## Information shown

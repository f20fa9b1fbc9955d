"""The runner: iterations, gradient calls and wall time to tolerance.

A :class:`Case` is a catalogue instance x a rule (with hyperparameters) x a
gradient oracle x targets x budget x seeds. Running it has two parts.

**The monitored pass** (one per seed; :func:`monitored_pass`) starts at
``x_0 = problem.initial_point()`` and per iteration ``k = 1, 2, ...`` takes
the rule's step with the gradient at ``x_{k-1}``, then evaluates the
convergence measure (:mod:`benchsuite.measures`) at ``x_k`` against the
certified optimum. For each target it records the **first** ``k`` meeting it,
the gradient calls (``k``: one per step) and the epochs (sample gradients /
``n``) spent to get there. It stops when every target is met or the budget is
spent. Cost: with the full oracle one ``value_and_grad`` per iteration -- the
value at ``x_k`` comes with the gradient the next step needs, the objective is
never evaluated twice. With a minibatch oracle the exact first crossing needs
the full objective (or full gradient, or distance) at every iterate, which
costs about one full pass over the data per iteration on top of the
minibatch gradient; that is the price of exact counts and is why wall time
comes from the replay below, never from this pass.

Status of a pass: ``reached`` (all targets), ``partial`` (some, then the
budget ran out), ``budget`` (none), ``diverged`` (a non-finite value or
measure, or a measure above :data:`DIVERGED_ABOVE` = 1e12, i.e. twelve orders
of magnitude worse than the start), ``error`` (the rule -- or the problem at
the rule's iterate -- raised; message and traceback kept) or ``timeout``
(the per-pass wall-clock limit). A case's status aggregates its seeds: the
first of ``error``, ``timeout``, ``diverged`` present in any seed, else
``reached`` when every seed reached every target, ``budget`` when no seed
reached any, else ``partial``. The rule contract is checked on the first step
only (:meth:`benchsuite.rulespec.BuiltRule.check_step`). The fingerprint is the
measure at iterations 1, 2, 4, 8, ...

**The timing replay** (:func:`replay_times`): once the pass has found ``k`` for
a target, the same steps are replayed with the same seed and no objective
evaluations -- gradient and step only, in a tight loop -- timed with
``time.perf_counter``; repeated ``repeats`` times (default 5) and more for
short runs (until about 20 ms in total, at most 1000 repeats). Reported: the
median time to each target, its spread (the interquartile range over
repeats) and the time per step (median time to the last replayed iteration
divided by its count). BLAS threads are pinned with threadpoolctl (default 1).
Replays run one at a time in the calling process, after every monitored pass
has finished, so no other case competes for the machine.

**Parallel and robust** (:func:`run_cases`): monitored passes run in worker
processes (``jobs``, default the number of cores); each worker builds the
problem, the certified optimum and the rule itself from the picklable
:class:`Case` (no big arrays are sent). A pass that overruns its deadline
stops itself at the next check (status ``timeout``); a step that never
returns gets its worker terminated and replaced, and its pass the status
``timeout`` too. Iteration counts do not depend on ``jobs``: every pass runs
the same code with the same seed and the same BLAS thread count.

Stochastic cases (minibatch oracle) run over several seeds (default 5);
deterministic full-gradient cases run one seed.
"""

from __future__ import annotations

## What to do
The lines above that include "optimum" should each be listed.

## Answer box
certified optimum. For each target it records the **first** ``k`` meeting it,
problem, the certified optimum and the rule itself from the picklable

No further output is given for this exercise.